PROVIDED RECORDS -
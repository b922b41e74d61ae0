/**
 * The JSON model format (lib/engine/model.ts): the defaults a model may omit, the shapes it refuses, and the JSON
 * Schema exported for other languages, which describes the input (fields with defaults are optional there).
 * The format is the engine's own (lib/engine/README.md); nothing here comes from a standard.
 */
import { describe, expect, it } from "vitest";
import { ModelSchema, modelJsonSchema } from "@/lib/engine";

type Schema = {
  required?: string[];
  properties: Record<string, Schema & Record<string, unknown>>;
  items: Schema;
  additionalProperties?: boolean;
  default?: unknown;
};

describe("the model format", () => {
  it("fills in every default a model may leave out", () => {
    const parsed = ModelSchema.parse({
      nodes: [{ id: "a", x: 0, y: 0, support: {} }],
      members: [{ id: "m", start: "a", end: "b", E: 1, A: 1, releases: {} }],
      loadCases: [
        {
          id: "L",
          loads: [
            { kind: "nodal", node: "a" },
            { kind: "self-weight" },
            { kind: "distributed", member: "m", direction: "global-y", wStart: 1 },
          ],
        },
        { id: "E" },
      ],
    });
    expect(parsed).toEqual({
      schemaVersion: 1,
      dimension: "2d",
      analysis: { kind: "linear" },
      nodes: [{ id: "a", x: 0, y: 0, support: { ux: "free", uy: "free", rz: "free" } }],
      members: [{ id: "m", start: "a", end: "b", kind: "frame", E: 1, A: 1, releases: { startMoment: false, endMoment: false } }],
      loadCases: [
        {
          id: "L",
          loads: [
            { kind: "nodal", node: "a", fx: 0, fy: 0, mz: 0 },
            { kind: "self-weight", factor: 1 },
            { kind: "distributed", member: "m", direction: "global-y", wStart: 1, projected: false },
          ],
        },
        { id: "E", loads: [] },
      ],
      combinations: [],
      envelopes: [],
    });
    expect(ModelSchema.parse({ nodes: [] })).toEqual({
      schemaVersion: 1,
      dimension: "2d",
      analysis: { kind: "linear" },
      nodes: [],
      members: [],
      loadCases: [],
      combinations: [],
      envelopes: [],
    });
  });

  it("keeps what a model does give: springs, settlements, releases, every load kind and direction", () => {
    const model = {
      schemaVersion: 1,
      dimension: "2d",
      analysis: { kind: "linear" },
      nodes: [
        { id: "a", x: 0, y: 0, support: { ux: "fixed", uy: { kind: "spring", stiffness: 5 }, rz: "free" } },
        { id: "b", x: 1, y: 0, support: { ux: "free", uy: { kind: "prescribed", value: -0.01, loadCase: "L" }, rz: "fixed" } },
      ],
      members: [
        { id: "m", start: "a", end: "b", kind: "truss", E: 1, A: 1, I: 2, cTop: 0.1, cBottom: 0.2, density: 3 },
        { id: "n", start: "b", end: "a", kind: "frame", E: 1, A: 1, I: 2, releases: { startMoment: true, endMoment: true } },
      ],
      loadCases: [
        {
          id: "L",
          name: "Load",
          loads: [
            { kind: "nodal", node: "a", fx: 1, fy: 2, mz: 3 },
            { kind: "self-weight", factor: 1.35 },
            { kind: "distributed", member: "m", direction: "local-x", wStart: 1, wEnd: 2, from: 0.1, to: 0.9, projected: false },
            { kind: "distributed", member: "m", direction: "global-x", wStart: 1, projected: true },
            { kind: "point", member: "n", direction: "local-y", position: 0.5, value: -4 },
            { kind: "point", member: "n", direction: "global-y", position: 0.5, value: -4 },
            { kind: "couple", member: "n", position: 0.25, value: 7 },
          ],
        },
      ],
      combinations: [{ id: "C", name: "Comb", factors: { L: 1.5 } }],
      envelopes: [{ id: "E", name: "Env", of: ["L", "C"] }],
    };
    expect(ModelSchema.parse(model)).toEqual(model);
  });

  it.each([
    ["an empty id", { nodes: [{ id: "", x: 0, y: 0 }] }],
    ["an empty node reference", { nodes: [{ id: "a", x: 0, y: 0 }], members: [{ id: "m", start: "", end: "a", E: 1, A: 1 }] }],
    ["an envelope of nothing", { nodes: [], envelopes: [{ id: "E", of: [] }] }],
    ["another schema version", { schemaVersion: 2, nodes: [] }],
    ["three dimensions", { dimension: "3d", nodes: [] }],
    ["another analysis", { analysis: { kind: "p-delta" }, nodes: [] }],
    ["a restraint by another name", { nodes: [{ id: "a", x: 0, y: 0, support: { ux: "pinned" } }] }],
    ["a spring without stiffness", { nodes: [{ id: "a", x: 0, y: 0, support: { ux: { kind: "spring" } } }] }],
    [
      "a settlement in an unnamed case",
      { nodes: [{ id: "a", x: 0, y: 0, support: { uy: { kind: "prescribed", value: 1, loadCase: "" } } }] },
    ],
    ["a member of another kind", { nodes: [], members: [{ id: "m", start: "a", end: "b", kind: "beam", E: 1, A: 1 }] }],
    [
      "a load in another direction",
      { nodes: [], loadCases: [{ id: "L", loads: [{ kind: "point", member: "m", direction: "down", position: 0, value: 1 }] }] },
    ],
    ["a load of another kind", { nodes: [], loadCases: [{ id: "L", loads: [{ kind: "pressure", member: "m" }] }] }],
    [
      "an unknown key on a release",
      { nodes: [], members: [{ id: "m", start: "a", end: "b", E: 1, A: 1, releases: { start: true } }] },
    ],
    ["an unknown key on a support", { nodes: [{ id: "a", x: 0, y: 0, support: { uz: "fixed" } }] }],
    ["an unknown key on the model", { nodes: [], units: "SI" }],
    ["a combination factor that is not a number", { nodes: [], combinations: [{ id: "C", factors: { L: "1.5" } }] }],
  ])("refuses %s", (_name, input) => {
    expect(ModelSchema.safeParse(input).success).toBe(false);
  });
});

describe("the JSON Schema of the model format", () => {
  const schema = modelJsonSchema() as unknown as Schema;
  const member = schema.properties.members.items;
  const support = schema.properties.nodes.items.properties.support;

  it("describes the input: only what has no default is required", () => {
    expect(schema.required).toEqual(["nodes"]);
    expect(Object.keys(schema.properties)).toEqual([
      "schemaVersion",
      "dimension",
      "analysis",
      "nodes",
      "members",
      "loadCases",
      "combinations",
      "envelopes",
    ]);
    expect(schema.properties.nodes.items.required).toEqual(["id", "x", "y"]);
    expect(member.required).toEqual(["id", "start", "end", "E", "A"]);
    expect(support.required ?? []).toEqual([]);
  });

  it("gives the defaults and refuses unknown keys", () => {
    expect(schema.additionalProperties).toBe(false);
    expect(member.additionalProperties).toBe(false);
    expect(schema.properties.schemaVersion.default).toBe(1);
    expect(schema.properties.dimension.default).toBe("2d");
    expect(schema.properties.analysis.default).toEqual({ kind: "linear" });
    expect(member.properties.kind).toMatchObject({ default: "frame", enum: ["frame", "truss"] });
    expect(member.properties.releases.properties.startMoment.default).toBe(false);
    for (const dof of ["ux", "uy", "rz"]) expect(support.properties[dof].default).toBe("free");
  });
});
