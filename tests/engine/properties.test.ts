/** Properties every linear frame analysis must have, checked on seeded random frames (fast-check drives the seeds). */
import { describe, it, expect } from "vitest";
import fc from "fast-check";
import { memberDiagram, nodeDisplacement, memberEndForces, type LoadInput, type ModelInput } from "@/lib/engine";
import { validateModel } from "@/lib/engine/validate";
import { prepareMembers, rotationalStiffness } from "@/lib/engine/members";
import { assembleStiffness } from "@/lib/engine/stiffness";
import { buildDofMap } from "@/lib/engine/dofs";
import { condense, frameLocalStiffness, toGlobalStiffness } from "@/lib/engine/elements";
import { multiplySymmetric } from "@/lib/engine/sparse";
import { analyzeOrThrow, expectClose, runs, seededRandom } from "./helpers";
import { randomFrame } from "./random-frames";
import { randomRichFrame } from "./random-rich-frames";
import { expectNodeAndMemberEquilibrium, splitEveryMember } from "./frame-checks";

const RUNS = runs(25);
const seeds = fc.integer({ min: 1, max: 2 ** 31 - 1 });

function stiffnessOf(model: ModelInput) {
  const v = validateModel(model);
  if (!v.ok) throw new Error(JSON.stringify(v.errors));
  const members = prepareMembers(v);
  const dofs = buildDofMap(v.model, rotationalStiffness(v.model, members));
  return { model: v.model, dofs, K: assembleStiffness(members, dofs) };
}

describe("element stiffness", () => {
  it("is symmetric and has the three rigid-body motions as null space, for any angle and releases", () => {
    fc.assert(
      fc.property(
        fc.double({ min: 0, max: 2 * Math.PI, noNaN: true }),
        fc.constantFrom([], [2], [5], [2, 5]),
        (angle, released) => {
          const L = 3.7;
          const c = Math.cos(angle);
          const s = Math.sin(angle);
          const K = toGlobalStiffness(condense(frameLocalStiffness(210e9, 0.01, 2e-4, L), null, [...released]).k, c, s);
          const scale = Math.max(...Array.from(K, Math.abs));
          for (let i = 0; i < 6; i++) for (let j = 0; j < i; j++) expectClose(K[i * 6 + j], K[j * 6 + i], 1e-12, scale);
          // Translations in X, Y and a rotation about node i (ux = −θ·y, uy = θ·x, rz = θ).
          const motions = [
            [1, 0, 0, 1, 0, 0],
            [0, 1, 0, 0, 1, 0],
            [0, 0, 1, -s * L, c * L, 1],
          ];
          for (const r of motions) {
            for (let i = 0; i < 6; i++) {
              const f = r.reduce((sum, rj, j) => sum + K[i * 6 + j] * rj, 0);
              expect(Math.abs(f)).toBeLessThan(1e-9 * scale * L);
            }
          }
        },
      ),
      runs(50),
    );
  });
});

describe("random frames", () => {
  it("an unsupported structure's rigid-body motions produce no force (K r = 0)", () => {
    fc.assert(
      fc.property(seeds, (seed) => {
        const { model, dofs, K } = stiffnessOf(randomFrame(seed, { unsupported: true, releases: true }));
        const absK = { ...K, values: K.values.map(Math.abs) };
        for (const [a, b, theta] of [
          [1e-3, 0, 0],
          [0, 1e-3, 0],
          [0, 0, 1e-4],
        ]) {
          const r = new Float64Array(dofs.nFree);
          for (let e = 0; e < dofs.nFree; e++) {
            const g = dofs.freeToGlobal[e];
            const node = model.nodes[Math.floor(g / 3)];
            r[e] = [a - theta * node.y, b + theta * node.x, theta][g % 3];
          }
          const Kr = multiplySymmetric(K, r);
          const scale = multiplySymmetric(absK, r.map(Math.abs));
          Kr.forEach((f, i) => expect(Math.abs(f)).toBeLessThanOrEqual(1e-10 * Math.max(...scale) + 1e-12 * scale[i]));
        }
      }),
      RUNS,
    );
  });

  it("Maxwell–Betti: the displacement at b from a unit load at a equals that at a from a unit load at b", () => {
    fc.assert(
      fc.property(seeds, (seed) => {
        const rand = seededRandom(seed ^ 0x5bd1e995);
        const base = randomFrame(seed, { releases: true });
        const free = base.nodes.filter((n) => !n.support);
        expect(free.length).toBeGreaterThan(0);
        const pick = () => ({
          node: free[Math.floor(rand() * free.length)].id,
          dir: (["fx", "fy", "mz"] as const)[Math.floor(rand() * 3)],
        });
        const a = pick();
        const b = pick();
        const unit = (p: typeof a): LoadInput => ({ kind: "nodal", node: p.node, [p.dir]: 1 });
        const r = analyzeOrThrow({
          ...base,
          loadCases: [
            { id: "a", loads: [unit(a)] },
            { id: "b", loads: [unit(b)] },
          ],
        });
        const comp = { fx: "ux", fy: "uy", mz: "rz" } as const;
        const dba = nodeDisplacement(r, b.node, "a")[comp[b.dir]];
        const dab = nodeDisplacement(r, a.node, "b")[comp[a.dir]];
        expectClose(dba, dab, 1e-8, 1e-14);
      }),
      RUNS,
    );
  });

  it("every node and every member is in equilibrium, and the whole structure too", () => {
    fc.assert(
      fc.property(seeds, (seed) => {
        const model = randomFrame(seed, { releases: true });
        const r = analyzeOrThrow(model);
        expect(r.loadCases.L.equilibrium.relative).toBeLessThan(1e-10);
        expect(r.loadCases.L.relativeResidual).toBeLessThan(1e-10);
        expectNodeAndMemberEquilibrium(model, r, "L");
      }),
      RUNS,
    );
  });

  it("results are unchanged when every member, and every load on it, is split in two (frames up to 10 × 10)", () => {
    fc.assert(
      fc.property(seeds, (seed) => {
        // Every load kind, releases at one or both ends, truss diagonals, springs and settlements (randomRichFrame).
        const model = randomRichFrame(seed, { maxStoreys: 10, maxBays: 10 });
        const { model: split, splitAt } = splitEveryMember(model, seed);
        const [a, b] = [analyzeOrThrow(model), analyzeOrThrow(split)];
        const [r1, r2] = [a.loadCases.L, b.loadCases.L];
        // The original nodes come first in both models, so their entries line up.
        const n = 3 * model.nodes.length;
        const largest = (v: ArrayLike<number>, rotations: boolean) =>
          Math.max(
            ...Array.from(v)
              .filter((_, i) => i < n && (i % 3 === 2) === rotations)
              .map(Math.abs),
          );
        const [uScale, rzScale] = [largest(r1.displacements, false), largest(r1.displacements, true)];
        const [fScale, mScale] = [largest(r1.reactions, false), largest(r1.reactions, true)];
        expect(uScale).toBeGreaterThan(0);
        expect(fScale).toBeGreaterThan(0);
        for (let i = 0; i < n; i++) {
          const rotation = i % 3 === 2;
          expectClose(r2.displacements[i], r1.displacements[i], 1e-8, rotation ? rzScale : uScale);
          expectClose(r2.reactions[i], r1.reactions[i], 1e-8, rotation ? mScale + fScale : fScale);
        }
        const members = model.members ?? [];
        expect(members.length).toBeGreaterThan(0);
        for (const m of members) {
          const f1 = memberEndForces(a, m.id, "L");
          const first = memberEndForces(b, `${m.id}a`, "L").start;
          const second = memberEndForces(b, `${m.id}b`, "L").end;
          const scale =
            Math.abs(f1.start.fx) + Math.abs(f1.start.fy) + Math.abs(f1.end.fy) + Math.abs(f1.start.mz) + Math.abs(f1.end.mz) + 1;
          for (const [x, y] of [
            [first, f1.start],
            [second, f1.end],
          ] as const) {
            expectClose(x.fx, y.fx, 1e-8, scale);
            expectClose(x.fy, y.fy, 1e-8, scale);
            expectClose(x.mz, y.mz, 1e-8, scale);
          }
          // Along the member: at the cut, the first half's end is the original's section there.
          const cut = splitAt.get(m.id)!;
          const whole = memberDiagram(a, m.id, "L");
          const half = memberDiagram(b, `${m.id}a`, "L").valueAt(cut, "left");
          const there = whole.valueAt(cut, "left");
          expectClose(half.M, there.M, 1e-8, scale * whole.length);
          expectClose(half.N, there.N, 1e-8, scale);
          expectClose(half.deflection, there.deflection, 1e-7, uScale);
        }
      }),
      runs(15),
    );
  });
});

WORK ITEM - Select all lines in the listing that include the word "nothing".

OUTPUT FOR THIS TASK -
 * The format is the engine's own (lib/engine/README.md); nothing here comes from a standard.
    ["an envelope of nothing", { nodes: [], envelopes: [{ id: "E", of: [] }] }],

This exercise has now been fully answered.